╔══
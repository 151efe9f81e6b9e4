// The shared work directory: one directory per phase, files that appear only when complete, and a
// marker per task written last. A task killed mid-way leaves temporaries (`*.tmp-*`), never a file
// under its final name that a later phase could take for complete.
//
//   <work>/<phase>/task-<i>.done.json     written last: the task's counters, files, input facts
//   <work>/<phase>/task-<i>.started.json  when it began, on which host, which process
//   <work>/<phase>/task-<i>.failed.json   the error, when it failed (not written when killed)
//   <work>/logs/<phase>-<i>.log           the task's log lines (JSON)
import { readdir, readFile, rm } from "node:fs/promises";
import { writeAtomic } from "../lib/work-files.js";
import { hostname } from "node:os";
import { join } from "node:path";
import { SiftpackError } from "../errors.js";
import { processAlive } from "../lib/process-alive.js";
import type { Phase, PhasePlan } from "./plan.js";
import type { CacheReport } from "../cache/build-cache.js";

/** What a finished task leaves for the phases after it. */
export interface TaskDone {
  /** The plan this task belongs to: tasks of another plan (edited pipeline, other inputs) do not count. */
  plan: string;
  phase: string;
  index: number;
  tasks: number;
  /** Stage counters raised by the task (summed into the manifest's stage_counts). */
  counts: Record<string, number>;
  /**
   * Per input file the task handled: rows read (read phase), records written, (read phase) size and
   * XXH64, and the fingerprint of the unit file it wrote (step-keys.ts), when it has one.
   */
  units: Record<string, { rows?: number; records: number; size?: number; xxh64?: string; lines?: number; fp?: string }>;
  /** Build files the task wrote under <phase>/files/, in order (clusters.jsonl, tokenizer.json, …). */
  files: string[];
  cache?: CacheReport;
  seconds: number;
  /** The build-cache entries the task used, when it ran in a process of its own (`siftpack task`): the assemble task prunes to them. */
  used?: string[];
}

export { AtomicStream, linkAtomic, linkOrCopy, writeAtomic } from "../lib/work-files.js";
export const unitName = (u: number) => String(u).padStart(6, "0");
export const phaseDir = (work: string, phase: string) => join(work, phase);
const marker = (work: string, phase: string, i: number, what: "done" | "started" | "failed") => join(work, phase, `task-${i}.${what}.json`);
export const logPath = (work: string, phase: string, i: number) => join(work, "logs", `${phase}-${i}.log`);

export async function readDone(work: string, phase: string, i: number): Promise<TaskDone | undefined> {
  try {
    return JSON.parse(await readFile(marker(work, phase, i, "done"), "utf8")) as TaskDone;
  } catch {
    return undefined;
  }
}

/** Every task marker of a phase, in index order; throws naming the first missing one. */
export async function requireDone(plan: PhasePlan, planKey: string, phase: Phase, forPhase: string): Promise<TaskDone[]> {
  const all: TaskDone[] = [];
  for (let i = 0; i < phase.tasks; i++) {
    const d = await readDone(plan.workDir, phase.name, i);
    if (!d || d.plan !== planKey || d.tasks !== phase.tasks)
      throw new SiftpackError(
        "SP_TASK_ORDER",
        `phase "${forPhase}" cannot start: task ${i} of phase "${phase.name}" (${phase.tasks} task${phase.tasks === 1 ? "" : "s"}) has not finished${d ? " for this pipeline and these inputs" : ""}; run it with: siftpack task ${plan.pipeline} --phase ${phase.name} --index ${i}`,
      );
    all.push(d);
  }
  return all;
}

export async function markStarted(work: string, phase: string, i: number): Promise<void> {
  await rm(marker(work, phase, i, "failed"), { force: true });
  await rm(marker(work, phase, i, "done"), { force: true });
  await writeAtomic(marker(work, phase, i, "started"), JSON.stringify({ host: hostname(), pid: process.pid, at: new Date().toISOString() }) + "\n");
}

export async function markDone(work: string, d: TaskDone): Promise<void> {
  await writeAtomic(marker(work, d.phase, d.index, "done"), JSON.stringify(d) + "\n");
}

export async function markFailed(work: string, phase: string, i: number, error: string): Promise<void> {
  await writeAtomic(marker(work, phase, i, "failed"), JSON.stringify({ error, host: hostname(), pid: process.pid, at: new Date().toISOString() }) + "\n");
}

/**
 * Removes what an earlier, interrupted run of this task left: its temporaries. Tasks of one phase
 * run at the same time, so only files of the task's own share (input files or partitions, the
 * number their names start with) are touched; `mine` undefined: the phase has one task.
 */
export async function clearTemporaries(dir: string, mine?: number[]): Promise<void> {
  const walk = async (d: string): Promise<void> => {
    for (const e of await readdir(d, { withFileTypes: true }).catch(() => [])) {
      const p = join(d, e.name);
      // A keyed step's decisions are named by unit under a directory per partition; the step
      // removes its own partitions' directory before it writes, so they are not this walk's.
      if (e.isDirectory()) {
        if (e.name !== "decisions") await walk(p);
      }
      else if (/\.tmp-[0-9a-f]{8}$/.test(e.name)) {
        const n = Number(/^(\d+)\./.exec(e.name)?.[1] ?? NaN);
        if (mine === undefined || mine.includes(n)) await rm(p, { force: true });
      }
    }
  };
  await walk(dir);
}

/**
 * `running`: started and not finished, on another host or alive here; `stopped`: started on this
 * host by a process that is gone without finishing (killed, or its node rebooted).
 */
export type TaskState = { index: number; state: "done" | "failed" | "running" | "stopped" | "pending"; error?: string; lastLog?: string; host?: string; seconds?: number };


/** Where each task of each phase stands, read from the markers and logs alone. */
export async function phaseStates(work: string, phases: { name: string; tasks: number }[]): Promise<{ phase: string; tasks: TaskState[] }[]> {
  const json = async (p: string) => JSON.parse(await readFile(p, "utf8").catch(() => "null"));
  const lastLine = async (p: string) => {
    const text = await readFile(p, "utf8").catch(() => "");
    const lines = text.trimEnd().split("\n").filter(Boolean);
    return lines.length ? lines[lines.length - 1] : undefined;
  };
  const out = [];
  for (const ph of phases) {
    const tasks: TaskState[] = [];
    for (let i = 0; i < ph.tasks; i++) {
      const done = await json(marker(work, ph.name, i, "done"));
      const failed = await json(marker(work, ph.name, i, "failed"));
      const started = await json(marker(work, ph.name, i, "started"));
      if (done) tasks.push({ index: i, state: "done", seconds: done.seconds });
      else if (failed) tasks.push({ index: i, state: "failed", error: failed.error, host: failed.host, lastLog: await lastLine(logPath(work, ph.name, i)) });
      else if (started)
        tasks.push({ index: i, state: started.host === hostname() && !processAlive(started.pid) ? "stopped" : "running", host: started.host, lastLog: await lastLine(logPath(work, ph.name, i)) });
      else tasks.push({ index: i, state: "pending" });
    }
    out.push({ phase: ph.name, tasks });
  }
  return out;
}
╚══
» **Brief**: Copy out every record again, letter for letter.

» **Exercise result**:
repository 151efe9f81e6b9e4
// The shared work directory: one directory per phase, files that appear only when complete, and a
// marker per task written last. A task killed mid-way leaves temporaries (`*.tmp-*`), never a file
// under its final name that a later phase could take for complete.
//
//   <work>/<phase>/task-<i>.done.json     written last: the task's counters, files, input facts
//   <work>/<phase>/task-<i>.started.json  when it began, on which host, which process
//   <work>/<phase>/task-<i>.failed.json   the error, when it failed (not written when killed)
//   <work>/logs/<phase>-<i>.log           the task's log lines (JSON)
import { readdir, readFile, rm } from "node:fs/promises";
import { writeAtomic } from "../lib/work-files.js";
import { hostname } from "node:os";
import { join } from "node:path";
import { SiftpackError } from "../errors.js";
import { processAlive } from "../lib/process-alive.js";
import type { Phase, PhasePlan } from "./plan.js";
import type { CacheReport } from "../cache/build-cache.js";

/** What a finished task leaves for the phases after it. */
export interface TaskDone {
  /** The plan this task belongs to: tasks of another plan (edited pipeline, other inputs) do not count. */
  plan: string;
  phase: string;
  index: number;
  tasks: number;
  /** Stage counters raised by the task (summed into the manifest's stage_counts). */
  counts: Record<string, number>;
  /**
   * Per input file the task handled: rows read (read phase), records written, (read phase) size and
   * XXH64, and the fingerprint of the unit file it wrote (step-keys.ts), when it has one.
   */
  units: Record<string, { rows?: number; records: number; size?: number; xxh64?: string; lines?: number; fp?: string }>;
  /** Build files the task wrote under <phase>/files/, in order (clusters.jsonl, tokenizer.json, …). */
  files: string[];
  cache?: CacheReport;
  seconds: number;
  /** The build-cache entries the task used, when it ran in a process of its own (`siftpack task`): the assemble task prunes to them. */
  used?: string[];
}

export { AtomicStream, linkAtomic, linkOrCopy, writeAtomic } from "../lib/work-files.js";
export const unitName = (u: number) => String(u).padStart(6, "0");
export const phaseDir = (work: string, phase: string) => join(work, phase);
const marker = (work: string, phase: string, i: number, what: "done" | "started" | "failed") => join(work, phase, `task-${i}.${what}.json`);
export const logPath = (work: string, phase: string, i: number) => join(work, "logs", `${phase}-${i}.log`);

export async function readDone(work: string, phase: string, i: number): Promise<TaskDone | undefined> {
  try {
    return JSON.parse(await readFile(marker(work, phase, i, "done"), "utf8")) as TaskDone;
  } catch {
    return undefined;
  }
}

/** Every task marker of a phase, in index order; throws naming the first missing one. */
export async function requireDone(plan: PhasePlan, planKey: string, phase: Phase, forPhase: string): Promise<TaskDone[]> {
  const all: TaskDone[] = [];
  for (let i = 0; i < phase.tasks; i++) {
    const d = await readDone(plan.workDir, phase.name, i);
    if (!d || d.plan !== planKey || d.tasks !== phase.tasks)
      throw new SiftpackError(
        "SP_TASK_ORDER",
        `phase "${forPhase}" cannot start: task ${i} of phase "${phase.name}" (${phase.tasks} task${phase.tasks === 1 ? "" : "s"}) has not finished${d ? " for this pipeline and these inputs" : ""}; run it with: siftpack task ${plan.pipeline} --phase ${phase.name} --index ${i}`,
      );
    all.push(d);
  }
  return all;
}

export async function markStarted(work: string, phase: string, i: number): Promise<void> {
  await rm(marker(work, phase, i, "failed"), { force: true });
  await rm(marker(work, phase, i, "done"), { force: true });
  await writeAtomic(marker(work, phase, i, "started"), JSON.stringify({ host: hostname(), pid: process.pid, at: new Date().toISOString() }) + "\n");
}

export async function markDone(work: string, d: TaskDone): Promise<void> {
  await writeAtomic(marker(work, d.phase, d.index, "done"), JSON.stringify(d) + "\n");
}

export async function markFailed(work: string, phase: string, i: number, error: string): Promise<void> {
  await writeAtomic(marker(work, phase, i, "failed"), JSON.stringify({ error, host: hostname(), pid: process.pid, at: new Date().toISOString() }) + "\n");
}

/**
 * Removes what an earlier, interrupted run of this task left: its temporaries. Tasks of one phase
 * run at the same time, so only files of the task's own share (input files or partitions, the
 * number their names start with) are touched; `mine` undefined: the phase has one task.
 */
export async function clearTemporaries(dir: string, mine?: number[]): Promise<void> {
  const walk = async (d: string): Promise<void> => {
    for (const e of await readdir(d, { withFileTypes: true }).catch(() => [])) {
      const p = join(d, e.name);
      // A keyed step's decisions are named by unit under a directory per partition; the step
      // removes its own partitions' directory before it writes, so they are not this walk's.
      if (e.isDirectory()) {
        if (e.name !== "decisions") await walk(p);
      }
      else if (/\.tmp-[0-9a-f]{8}$/.test(e.name)) {
        const n = Number(/^(\d+)\./.exec(e.name)?.[1] ?? NaN);
        if (mine === undefined || mine.includes(n)) await rm(p, { force: true });
      }
    }
  };
  await walk(dir);
}

/**
 * `running`: started and not finished, on another host or alive here; `stopped`: started on this
 * host by a process that is gone without finishing (killed, or its node rebooted).
 */
export type TaskState = { index: number; state: "done" | "failed" | "running" | "stopped" | "pending"; error?: string; lastLog?: string; host?: string; seconds?: number };


/** Where each task of each phase stands, read from the markers and logs alone. */
export async function phaseStates(work: string, phases: { name: string; tasks: number }[]): Promise<{ phase: string; tasks: TaskState[] }[]> {
  const json = async (p: string) => JSON.parse(await readFile(p, "utf8").catch(() => "null"));
  const lastLine = async (p: string) => {
    const text = await readFile(p, "utf8").catch(() => "");
    const lines = text.trimEnd().split("\n").filter(Boolean);
    return lines.length ? lines[lines.length - 1] : undefined;
  };
  const out = [];
  for (const ph of phases) {
    const tasks: TaskState[] = [];
    for (let i = 0; i < ph.tasks; i++) {
      const done = await json(marker(work, ph.name, i, "done"));
      const failed = await json(marker(work, ph.name, i, "failed"));
      const started = await json(marker(work, ph.name, i, "started"));
      if (done) tasks.push({ index: i, state: "done", seconds: done.seconds });
      else if (failed) tasks.push({ index: i, state: "failed", error: failed.error, host: failed.host, lastLog: await lastLine(logPath(work, ph.name, i)) });
      else if (started)
        tasks.push({ index: i, state: started.host === hostname() && !processAlive(started.pid) ? "stopped" : "running", host: started.host, lastLog: await lastLine(logPath(work, ph.name, i)) });
      else tasks.push({ index: i, state: "pending" });
    }
    out.push({ phase: ph.name, tasks });
  }
  return out;
}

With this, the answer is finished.